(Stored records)
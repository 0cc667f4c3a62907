"""What every rule of one month looks things up in: days, versions, rows by name, decisions."""

from __future__ import annotations

from collections.abc import Iterable, Sequence
from dataclasses import dataclass, field
from datetime import date, datetime, timedelta
from functools import cached_property
from typing import TYPE_CHECKING

from recon.findings import Finding, Severity
from recon.ingest.rows import Record, RowKind, TagDay
from recon.plant_time import Calendar

if TYPE_CHECKING:
    from recon.declare.site import ErrorSource, Instrument, Site, SiteStream
    from recon.ingest.given import Decision, SiteVersion

HISTORY_DAYS = 30
"""Days before the month that references and estimate rules may look at."""
FULL = 0.5
"""A day covered less than this share of its running time is unmeasured."""


@dataclass(frozen=True, kw_only=True)
class Version:
    """A site version with its calendar and its things by name."""

    site: Site
    calendar: Calendar

    @cached_property
    def instrument(self) -> dict[str, Instrument]:
        """Instruments by tag."""
        return {i.tag: i for i in self.site.instruments}

    @cached_property
    def stream(self) -> dict[str, SiteStream]:
        """Streams by name."""
        return {s.name: s for s in self.site.streams}

    @cached_property
    def source(self) -> dict[str, ErrorSource]:
        """Shared error sources by name."""
        return {s.name: s for s in self.site.sources}


@dataclass(frozen=True, kw_only=True)
class Context:
    """
    The material of one month to date.

    Attributes
    ----------
    versions : tuple of Version
        Rising by ``valid_from``.
    days : tuple of date
        The month to date; period p is ``days[p - 1]``.
    history : tuple of date
        Days before the month that have rows, at most 30.
    tag_days : dict
        By tag and day.
    records : dict
        By kind, in natural-key order.
    decisions : tuple of Decision
    findings : dict
        In the order found, each once; grows while rules run. Only those on days of the month.
    """

    versions: tuple[Version, ...]
    days: tuple[date, ...]
    history: tuple[date, ...]
    tag_days: dict[tuple[str, date], TagDay]
    records: dict[RowKind, tuple[Record, ...]]
    decisions: tuple[Decision, ...]
    findings: dict[Finding, None] = field(default_factory=dict)

    @cached_property
    def all_days(self) -> tuple[date, ...]:
        """History, then the month."""
        return (*self.history, *self.days)

    @cached_property
    def _in_force(self) -> dict[date, Version]:
        return {}

    @cached_property
    def _place(self) -> dict[date, int]:
        return {day: p for p, day in enumerate(self.days, start=1)}

    def period(self, day: date) -> int | None:
        """Give the day's place in the month, 1-based; None for a day outside it."""
        return self._place.get(day)

    def version(self, day: date) -> Version:
        """Give the site version in force on a day: the last whose ``valid_from`` is reached."""
        if day not in self._in_force:
            reached = [v for v in self.versions if v.site.valid_from <= day]
            self._in_force[day] = reached[-1] if reached else self.versions[0]
        return self._in_force[day]

    def hours(self, day: date) -> float:
        """Length of a plant day [h]."""
        return self.version(day).calendar.hours(day)

    def start(self, day: date) -> datetime:
        """Give the instant a plant day begins."""
        return self.version(day).calendar.start(day)

    def end(self, day: date) -> datetime:
        """Give the instant a plant day ends, the start of the next under its own version."""
        return self.start(day + timedelta(days=1))

    def day_of(self, instant: datetime) -> date:
        """Give the plant day an instant lies in."""
        guess = self.versions[0].calendar.day_of(instant)
        return self.version(guess).calendar.day_of(instant)

    def overlap(self, first: datetime, last: datetime) -> dict[date, float]:
        """
        Split a span over the days it touches.

        Returns
        -------
        dict
            Plant day to hours of the span in it [h]; an instant gives its day with the day's
            whole length. Days outside history and month are included.
        """
        day = self.day_of(first)
        if last <= first:
            return {day: self.hours(day)}
        shares: dict[date, float] = {}
        while self.start(day) < last:
            hours = (min(last, self.end(day)) - max(first, self.start(day))).total_seconds() / 3600
            if hours > 0:
                shares[day] = hours
            day += timedelta(days=1)
        return shares

    def find(
        self,
        code: str,
        subject: str,
        text: str,
        *,
        day: date | None = None,
        severity: Severity = Severity.WARNING,
        evidence: tuple[tuple[str, str], ...] = (),
    ) -> None:
        """Note a finding; one about a day before the month belongs to an earlier run."""
        if day is not None and self.period(day) is None:
            return
        finding = Finding(
            code=code,
            subject=subject,
            text=text,
            severity=severity,
            period=None if day is None else self.period(day),
            evidence=evidence,
        )
        self.findings.setdefault(finding)

    def decided(self, tag: str, day: date) -> tuple[Decision, ...]:
        """Approved decisions on a tag that cover a day, in the order given."""
        return tuple(d for d in self.decisions if d.tag == tag and d.first <= day <= d.last)

    def instrument_days(self, kind: str) -> Iterable[tuple[date, Version, Instrument]]:
        """List the instruments of one kind, day by day through history and month."""
        for day in self.all_days:
            version = self.version(day)
            for instrument in version.site.instruments:
                if instrument.kind == kind:
                    yield day, version, instrument


def context_of(
    versions: Sequence[SiteVersion],
    days: Sequence[date],
    tag_days: Iterable[TagDay],
    records: Iterable[Record],
    decisions: Sequence[Decision] = (),
) -> Context:
    """
    Index one month's material.

    Parameters
    ----------
    versions : sequence of SiteVersion
        The first is in force on the month's first day; sorted here.
    days : sequence of date
        The month's plant days to date, rising.
    tag_days, records : iterable
        The month's, and up to 30 days before it.

    Raises
    ------
    ValueError
        No version or no day was given.
    """
    if not versions or not days:
        raise ValueError("A month needs at least one site version and one day.")
    known = tuple(
        Version(
            site=v.site,
            calendar=Calendar(zone=v.site.zone, day_cut=v.site.day_cut),
        )
        for v in sorted(versions, key=lambda v: v.site.valid_from)
    )
    by_tag = {(t.tag, t.day): t for t in tag_days}
    by_kind: dict[RowKind, list[Record]] = {kind: [] for kind in RowKind}
    for record in records:
        by_kind[record.kind].append(record)
    first = days[0]
    begins = known[0].calendar
    seen = {day for _, day in by_tag if day < first}
    seen |= {
        day
        for rows in by_kind.values()
        for r in rows
        if (day := begins.day_of(r.true_from)) < first
    }
    earliest = first - timedelta(days=HISTORY_DAYS)
    back = min((d for d in seen if d >= earliest), default=first)
    return Context(
        versions=known,
        days=tuple(days),
        history=tuple(back + timedelta(days=i) for i in range((first - back).days)),
        tag_days=by_tag,
        records={
            kind: tuple(sorted(rows, key=lambda r: (r.natural_key, r.known_at)))
            for kind, rows in by_kind.items()
        },
        decisions=tuple(decisions),
    )
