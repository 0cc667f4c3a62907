"""Plausibility windows: ratios of a day's measured amounts that should lie between two values."""

from __future__ import annotations

from typing import TYPE_CHECKING

if TYPE_CHECKING:
    from collections.abc import Sequence
    from datetime import date

    from recon.declare.site import PlausibilityWindow, Term
    from recon.ingest.context import Context
    from recon.ingest.flows import Flows


def find_implausible(context: Context, flows: Flows) -> None:
    """
    Look through each declared window, day by day, as measured.

    A window over the grades of one stream needs no mass; one over amounts is left out on a day on
    which a term is not measured or the denominator stands.
    """
    for day in context.days:
        for window in context.version(day).site.windows:
            ratio = _ratio(flows, window, day)
            if ratio is None or window.low <= ratio <= window.high:
                continue
            context.find(
                "implausible",
                window.name,
                f"{window.name}, {day}: measured {ratio:.4g}, expected {window.low:g} to "
                f"{window.high:g}. Check {_names(window)}.",
                day=day,
                evidence=(("ratio", f"{ratio:.6g}"),),
            )


def _ratio(flows: Flows, window: PlausibilityWindow, day: date) -> float | None:
    streams = {t.stream for t in (*window.of, *window.over)}
    if len(streams) == 1:
        top, bottom = _grades(flows, window.of, day), _grades(flows, window.over, day)
    else:
        top, bottom = None, None
    if top is None or bottom is None:
        top, bottom = (
            _amounts(flows, window.of, day),
            _amounts(flows, window.over, day),
        )
    return None if top is None or not bottom else top / bottom


def _grades(flows: Flows, terms: Sequence[Term], day: date) -> float | None:
    found = [flows.grade_on(t.stream, t.quantity, day) for t in terms]
    return sum(
        t.factor * g for t, g in zip(terms, found, strict=True) if g is not None
    ) if None not in found else None  # fmt: skip


def _amounts(flows: Flows, terms: Sequence[Term], day: date) -> float | None:
    total = 0.0
    for term in terms:
        amount = flows.on(term.stream, term.quantity, day)
        if amount is None:
            return None
        total += term.factor * amount
    return total


def _names(window: PlausibilityWindow) -> str:
    return ", ".join(dict.fromkeys(f"{t.stream} {t.quantity}" for t in (*window.of, *window.over)))
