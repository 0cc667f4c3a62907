"""Which day cut each survey speaks of, and what stands at a month's end without one."""

from __future__ import annotations

from dataclasses import dataclass, replace
from typing import TYPE_CHECKING

from recon.ingest.measurements import Candidate
from recon.ingest.roll import rolled

if TYPE_CHECKING:
    from collections.abc import Sequence
    from datetime import datetime

    from recon.declare.site import SiteNode
    from recon.ingest.context import Context
    from recon.ingest.flows import Flows
    from recon.ingest.reading import Reading
    from recon.ingest.surveys import Surveyed


@dataclass(frozen=True, kw_only=True)
class Stocks:
    """
    Stocks at the month's boundaries.

    Attributes
    ----------
    candidates : tuple of Candidate
        Boundary 0 opens the month, p closes its day p.
    known : tuple of Reading
        Surveys as found, history included: what references are taken from.
    """

    candidates: tuple[Candidate, ...]
    known: tuple[Reading, ...]


def at_boundaries(context: Context, flows: Flows, surveys: Sequence[Surveyed]) -> Stocks:
    """
    Give each stock place its measurements at the month's day cuts.

    A survey speaks of the nearest cut within the place's roll limit. Where the month's opening has
    none in reach, the last survey before it is rolled to it however far. Where its end has none,
    the last survey rolled there is kept for the statement, *by difference*, and takes no part in
    the fit, which has that survey already.
    """
    cuts = [context.start(day) for day in context.days]
    cuts.append(context.end(context.days[-1]))
    found: list[Candidate] = []
    for place in _places(context):
        own = [s for s in surveys if s.place == place.name and s.readings]
        reach = {b: _nearest(cut, own, place) for b, cut in enumerate(cuts)}
        told: set[str] = set()
        for survey in own:
            b = min(range(len(cuts)), key=lambda b: abs((cuts[b] - survey.at).total_seconds()))
            if _days(cuts[b], survey.at) <= place.roll_limit_days:
                found += _candidates(context, rolled(context, flows, survey, cuts[b]), b)
                told.add(survey.document)
        if reach[0] is None:
            before = [s for s in own if s.at < cuts[0]]
            if before and before[-1].document not in told:
                _say_far(context, place, before[-1], cuts[0])
                found += _candidates(context, rolled(context, flows, before[-1], cuts[0]), 0)
        last = len(cuts) - 1
        if reach[last] is None and own:
            earlier = [s for s in own if s.at <= cuts[last]]
            if earlier:
                moved = rolled(context, flows, earlier[-1], cuts[last])
                found += [replace(c, compare=True) for c in _candidates(context, moved, last)]
    return Stocks(candidates=tuple(found), known=tuple(r for s in surveys for r in s.readings))


def _places(context: Context) -> list[SiteNode]:
    """Stock places of the month, as last declared."""
    found: dict[str, SiteNode] = {}
    for day in context.days:
        for node in context.version(day).site.nodes:
            if node.stock:
                found[node.name] = node
    return list(found.values())


def _nearest(cut: datetime, surveys: Sequence[Surveyed], place: SiteNode) -> Surveyed | None:
    within = [s for s in surveys if _days(cut, s.at) <= place.roll_limit_days]
    return min(within, key=lambda s: _days(cut, s.at), default=None)


def _days(a: datetime, b: datetime) -> float:
    return abs((a - b).total_seconds()) / 86400


def _candidates(context: Context, readings: Sequence[Reading], boundary: int) -> list[Candidate]:
    return [
        Candidate(instrument=context.version(r.day).instrument[r.tag], reading=r, boundary=boundary)
        for r in readings
    ]


def _say_far(context: Context, place: SiteNode, survey: Surveyed, cut: datetime) -> None:
    context.find(
        "rolled-far",
        place.name,
        f"Place {place.name}: the month opens without a survey within "
        f"{place.roll_limit_days:g} d; survey {survey.document} of {survey.at:%F %H:%M}Z is rolled "
        f"{_days(cut, survey.at):.1f} d to the cut. Survey the place.",
        day=context.days[0],
    )
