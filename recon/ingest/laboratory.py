"""Samples: one document is one sample, with the span it speaks of and the stage that counts."""

from __future__ import annotations

from collections import defaultdict
from dataclasses import dataclass
from datetime import date, datetime
from typing import TYPE_CHECKING

from recon.findings import Severity
from recon.ingest.rows import RowKind
from recon.ingest.stages import highest
from recon.units import unit

if TYPE_CHECKING:
    from recon.declare.site import Instrument
    from recon.ingest.context import Context
    from recon.ingest.rows import Record

LATE_DAYS = 7.0
"""A result known later than this after its sample's end is said to be late."""


@dataclass(frozen=True, kw_only=True)
class Sample:
    """
    One analyte of one sample.

    Attributes
    ----------
    document, lot : str
    first, last : datetime
        Span it speaks of.
    hours : tuple of (date, float)
        Hours of the span in each plant day.
    value : float
        Value that counts [instrument's unit].
    stage : str
    by_stage : dict
        Every known stage's value.
    evidence : str
        Natural key of the row that counts.
    increments : tuple of float
        Sampler increments day by day, where the laboratory gives them.
    """

    document: str
    lot: str
    first: datetime
    last: datetime
    hours: tuple[tuple[date, float], ...]
    value: float
    stage: str
    by_stage: tuple[tuple[str, float], ...]
    evidence: str
    increments: tuple[float, ...] = ()

    @property
    def day(self) -> date:
        """Last plant day of the span."""
        return self.hours[-1][0]


class Laboratory:
    """
    The samples of a month and its history, by instrument.

    Parameters
    ----------
    context : Context
        Its assay rows are read once; what cannot be used becomes a finding.
    """

    def __init__(self, context: Context) -> None:
        self._samples: dict[str, list[Sample]] = defaultdict(list)
        self._daily: dict[str, dict[date, float]] = {}
        groups: dict[tuple[str, str, str], list[Record]] = defaultdict(list)
        for row in context.records[RowKind.ASSAY]:
            groups[row.subject, row.item, row.document].append(row)
        for (point, analyte, _), rows in sorted(groups.items()):
            day = context.day_of(rows[0].true_to)
            declared = [
                i
                for i in context.version(day).site.instruments
                if i.kind == "assay" and (i.point, i.analyte) == (point, analyte)
            ]
            for instrument in declared:
                sample = _sample(context, instrument, rows)
                if sample is not None:
                    self._samples[instrument.tag].append(sample)
        for found in self._samples.values():
            found.sort(key=lambda s: (s.first, s.document))

    def samples(self, tag: str) -> tuple[Sample, ...]:
        """List an instrument's samples in time order."""
        return tuple(self._samples.get(tag, ()))

    def on(self, tag: str, day: date, lot: str = "") -> tuple[tuple[Sample, float], ...]:
        """
        List the samples that speak of a day, with their weight.

        Where a lot is named and a sample carries it, that sample alone speaks; else those whose
        span touches the day, weighted by hours.
        """
        samples = self.samples(tag)
        if lot:
            named = [s for s in samples if lot in (s.lot, s.document)]
            if named:
                return tuple((s, 1.0 / len(named)) for s in named)
        touching = [(s, dict(s.hours)[day]) for s in samples if day in dict(s.hours)]
        whole = sum(h for _, h in touching)
        return tuple((s, h / whole) for s, h in touching)

    def daily(self, tag: str) -> dict[date, float]:
        """Give the known value of each day [instrument's unit], weighted by hours."""
        if tag not in self._daily:
            days = sorted({d for s in self.samples(tag) for d, _ in s.hours})
            self._daily[tag] = {d: sum(s.value * w for s, w in self.on(tag, d)) for d in days}
        return self._daily[tag]


def _sample(context: Context, instrument: Instrument, rows: list[Record]) -> Sample | None:
    best, values = highest(context, instrument, rows)
    if best is None:
        return None
    hours = context.overlap(best.true_from, best.true_to)
    if not hours:
        return None
    last = max(hours)
    _say_stage_and_delay(context, instrument, best, rows, last)
    words = dict(best.extra).get("increments", "").replace(";", " ").split()
    try:
        increments = tuple(float(w) for w in words)
    except ValueError:
        increments = ()
    if words and (len(increments) != len(hours) or min(increments, default=0.0) < 0):
        context.find(
            "unusable-increments",
            instrument.tag,
            f"{instrument.tag}, sample {best.document}: {len(words)} increments "
            f"({' '.join(words)}) for {len(hours)} plant days; the days are weighted by dry mass. "
            "State one count a plant day.",
            day=last,
        )
        increments = ()
    return Sample(
        document=best.document,
        lot=best.lot,
        first=best.true_from,
        last=best.true_to,
        hours=tuple(sorted(hours.items())),
        value=values[best.stage],
        stage=best.stage,
        by_stage=tuple(values.items()),
        evidence=best.natural_key,
        increments=increments,
    )


def _say_stage_and_delay(
    context: Context, instrument: Instrument, best: Record, rows: list[Record], last: date
) -> None:
    value = f"{best.value:g} {best.unit}"
    if best.stage and best.stage != instrument.stages[-1]:
        context.find(
            "provisional",
            instrument.tag,
            f"{instrument.tag}, sample {best.document}: {value} is {best.stage}; "
            f"{instrument.stages[-1]} is still open.",
            day=last,
            severity=Severity.NOTE,
            evidence=(("document", best.document), ("stage", best.stage)),
        )
    first = min(row.known_at for row in rows if row.value is not None)
    late = (first - best.true_to).total_seconds() / 86400
    if late > LATE_DAYS:
        context.find(
            "late",
            instrument.tag,
            f"{instrument.tag}, sample {best.document}: first known {late:.1f} d after "
            f"the sample's end (limit {LATE_DAYS:g} d).",
            day=last,
            severity=Severity.NOTE,
            evidence=(("document", best.document), ("known at", first.isoformat())),
        )


def canonical(instrument: Instrument) -> float:
    """Canonical value of one unit of an instrument."""
    return unit(instrument.unit).factor
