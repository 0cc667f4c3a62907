"""Tests of recon.ingest."""
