"""From a raw value to the amount of its quantity, with the sign and size of every shared error.

Each step multiplies by a factor of a second value ``v``: ``1 - v`` for moisture, ``v - 1`` for pulp
density, ``v`` for strength, grade or density. An error ``d`` of ``v`` therefore changes the result
by the relative amount ``f'(v) / f(v) d``: minus ``1 / (1 - v)`` for moisture, ``1 / (v - 1)`` for
pulp density (four-fold at 1.25), ``1 / v`` otherwise. A moisture that dries two tonnages pulls both
with this one error (law of propagation of uncertainty with correlation, JCGM 100:2008, 5.2).
"""

from __future__ import annotations

from collections.abc import Callable
from dataclasses import dataclass, replace
from typing import TYPE_CHECKING

from recon.ingest.laboratory import canonical
from recon.ingest.reading import Pull, together

if TYPE_CHECKING:
    from datetime import date

    from recon.declare.site import Instrument, Step
    from recon.ingest.context import Context
    from recon.ingest.inputs import Input
    from recon.ingest.measured import Correction

Lookup = Callable[[str], "Input | None"]
"""Gives the input of a tag, already bound to the day, lot or survey document."""


@dataclass(frozen=True, kw_only=True)
class Converted:
    """
    What a chain made of one raw value.

    Attributes
    ----------
    value : float
        In the canonical unit of the quantity.
    per_unit : float
        Canonical value of one raw unit.
    pulls : tuple of Pull
        Errors of the second values, all relative.
    moisture : float or None
    estimated : bool
    evidence : tuple of str
    corrections : tuple of Correction
        Of second values, as what they did to this value.
    """

    value: float
    per_unit: float
    pulls: tuple[Pull, ...] = ()
    moisture: float | None = None
    estimated: bool = False
    evidence: tuple[str, ...] = ()
    corrections: tuple[Correction, ...] = ()


def convert(
    context: Context, instrument: Instrument, day: date, raw: float, lookup: Lookup
) -> Converted | None:
    """
    Apply an instrument's conversion chain.

    Parameters
    ----------
    context : Context
    instrument : Instrument
    day : date
    raw : float
        Raw amount or value [instrument's unit; x h for a rate]; of a product instrument the
        integrated product, see ``recon.ingest.rows.TagDay``.
    lookup : callable
        Gives second values.

    Returns
    -------
    Converted or None
        None, with a finding, where a second value is missing or impossible.
    """
    result = Converted(value=raw * canonical(instrument), per_unit=canonical(instrument))
    for step in instrument.chain:
        applied = _apply(context, instrument, day, result, step, lookup)
        if applied is None:
            return None
        result = applied
    return replace(result, pulls=together(result.pulls))


def by_reading(context: Context, instrument: Instrument, step: Step, day: date) -> bool:
    """Whether a step was already done reading by reading when the day was integrated."""
    if instrument.kind != "rate" or step.tag is None:
        return False
    second = context.version(day).instrument.get(step.tag)
    return second is not None and second.kind == "rate"


def step_factor(step: Step, v: float) -> tuple[float, float]:
    """
    Give a step's factor and its relative derivative at a second value.

    Parameters
    ----------
    step : Step
    v : float
        Canonical second value: moisture [1], density [t/m3], strength or grade [1 or t/m3].

    Returns
    -------
    factor, slope : float
        ``f(v)`` and ``f'(v) / f(v)``; the slope is 0 where the factor is.

    Examples
    --------
    >>> from recon.declare.site import Step
    >>> factor, slope = step_factor(Step(by="slurry", value=2.8), 1.25)
    >>> round(factor, 4), slope
    (0.3889, 4.0)
    """
    if step.by == "moisture":
        factor, derivative = 1.0 - v, -1.0
    elif step.by == "slurry":
        solids = float(step.value or 0.0)
        share = solids / (solids - 1.0)
        factor, derivative = (v - 1.0) * share, share
    else:
        factor, derivative = v, 1.0
    return factor, derivative / factor if factor else 0.0


def _apply(
    context: Context,
    instrument: Instrument,
    day: date,
    so_far: Converted,
    step: Step,
    lookup: Lookup,
) -> Converted | None:
    if step.tag is None:
        factor, _ = step_factor(step, float(step.value or 0.0))
        return replace(
            so_far,
            value=so_far.value * factor,
            per_unit=so_far.per_unit * factor,
            moisture=step.value if step.by == "moisture" else so_far.moisture,
        )
    second = lookup(step.tag)
    if second is None:
        return None
    factor, slope = step_factor(step, second.value)
    if factor < 0 or (step.by in ("moisture", "slurry") and factor == 0):
        context.find(
            "impossible-input",
            instrument.tag,
            f"{instrument.tag}, {day}: {step.by} {second.value:g} of {step.tag} leaves a factor of "
            f"{factor:g}; there is no number. Check the unit and the value of {step.tag}.",
            day=day,
        )
        return None
    done = by_reading(context, instrument, step, day)
    applied = 1.0 if done else factor
    as_read, _ = step_factor(step, second.as_read)
    value = so_far.value * applied
    return replace(
        so_far,
        value=value,
        per_unit=so_far.per_unit * applied,
        pulls=(
            *so_far.pulls,
            *(Pull(error=p.error, factor=p.factor * slope, relative=True) for p in second.pulls),
        ),
        moisture=second.value if step.by == "moisture" else so_far.moisture,
        estimated=so_far.estimated or second.estimated,
        evidence=(*so_far.evidence, *second.evidence),
        corrections=(
            *so_far.corrections,
            *(
                replace(c, before=value * as_read / factor, after=value)
                for c in second.corrections
                if factor
            ),
        ),
    )
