"""Totalisers: differences between readings, across roll-overs, with resets left out and told."""

from __future__ import annotations

from dataclasses import dataclass
from typing import TYPE_CHECKING

import numpy as np

from recon.ingest.pieces import HOUR, Pieces

if TYPE_CHECKING:
    from recon.ingest.pieces import Instants, Values

ROLLED = 5.0
"""A drop is a roll-over where it implies no more than so many times the largest usual rate."""
NEAR_MODULUS = 0.10
"""Without usual rates, a roll-over may imply at most this share of the modulus."""


@dataclass(frozen=True, kw_only=True)
class Counted:
    """
    What a totaliser counted between its readings.

    Attributes
    ----------
    rate : Pieces
        Mean rate between each two readings [unit/h]; spans with a reset are left out.
    resets, rollovers, backs : tuple of (int, float, float)
        Instant after it [UTC microseconds], reading before, reading after [unit]: set to zero or
        another value (what it counted around it is lost); rolled over its modulus; stepped back a
        little (counted as it is).
    """

    rate: Pieces
    resets: tuple[tuple[int, float, float], ...]
    rollovers: tuple[tuple[int, float, float], ...]
    backs: tuple[tuple[int, float, float], ...]


def count(at: Instants, value: Values, modulus: float | None) -> Counted:
    """
    Take a totaliser's differences.

    Parameters
    ----------
    at, value : ndarray
        Usable readings, instants rising, shape (n,) [UTC microseconds, unit].
    modulus : float or None
        Where it rolls over [unit]; None where that is not known: then every large drop is a reset.

    Returns
    -------
    Counted

    Examples
    --------
    >>> at = np.arange(4) * HOUR
    >>> counted = count(at, np.array([9_980.0, 9_990.0, 0.0, 10.0]), 10_000.0)
    >>> counted.rate.integral, len(counted.rollovers), len(counted.resets)
    (30.0, 1, 0)
    >>> counted = count(at, np.array([5_000.0, 5_010.0, 3.0, 13.0]), 10_000.0)
    >>> counted.rate.integral, counted.rate.hours, len(counted.resets)
    (20.0, 2.0, 1)
    """
    if len(at) < 2:
        empty = np.zeros(0, dtype=np.int64)
        none = Pieces(begin=empty, end=empty, left=np.zeros(0), right=np.zeros(0))
        return Counted(rate=none, resets=(), rollovers=(), backs=())
    step = np.diff(value)
    hours = np.maximum(np.diff(at), 1) / HOUR
    usual = float(np.max(np.where(step > 0, step / hours, 0.0)))
    whole = modulus or 0.0
    around = step + whole
    allowed = np.full(len(step), NEAR_MODULUS * whole)
    if usual > 0:
        allowed = np.minimum(0.5 * whole, ROLLED * usual * hours)
    rolled = (step < 0) & (whole > 0) & (around >= 0) & (around <= allowed)
    little = (step < 0) & ~rolled & (-step <= usual * hours) & (value[1:] > 0.5 * value[:-1])
    reset = (step < 0) & ~rolled & ~little
    change = np.where(rolled, around, step)
    keep = ~reset
    rate = change[keep] / hours[keep]

    def told(which: np.ndarray) -> tuple[tuple[int, float, float], ...]:
        return tuple(
            (int(at[i + 1]), float(value[i]), float(value[i + 1])) for i in np.flatnonzero(which)
        )

    return Counted(
        rate=Pieces(begin=at[:-1][keep], end=at[1:][keep], left=rate, right=rate),
        resets=told(reset),
        rollovers=told(rolled),
        backs=told(little),
    )


def clipped(pieces: Pieces, start: int, end: int, *, interval: int = 0) -> Pieces:
    """
    Cut a rate to a day; a difference over its edge is shared by time.

    Where the next day's first reading is not there yet, the last rate stands for up to two usual
    intervals to the day's end.
    """
    stop = pieces.end.copy()
    if len(stop) and end - int(stop[-1]) <= 2 * interval:
        stop[-1] = max(int(stop[-1]), end)
    begin, finish = np.maximum(pieces.begin, start), np.minimum(stop, end)
    keep = finish > begin
    left = pieces.left[keep]
    return Pieces(begin=begin[keep], end=finish[keep], left=left, right=left)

WHAT THE EXERCISE ASKS: Reading the records above, count the lines that include "speaks" and say only how many.

TASK SOLUTION: 5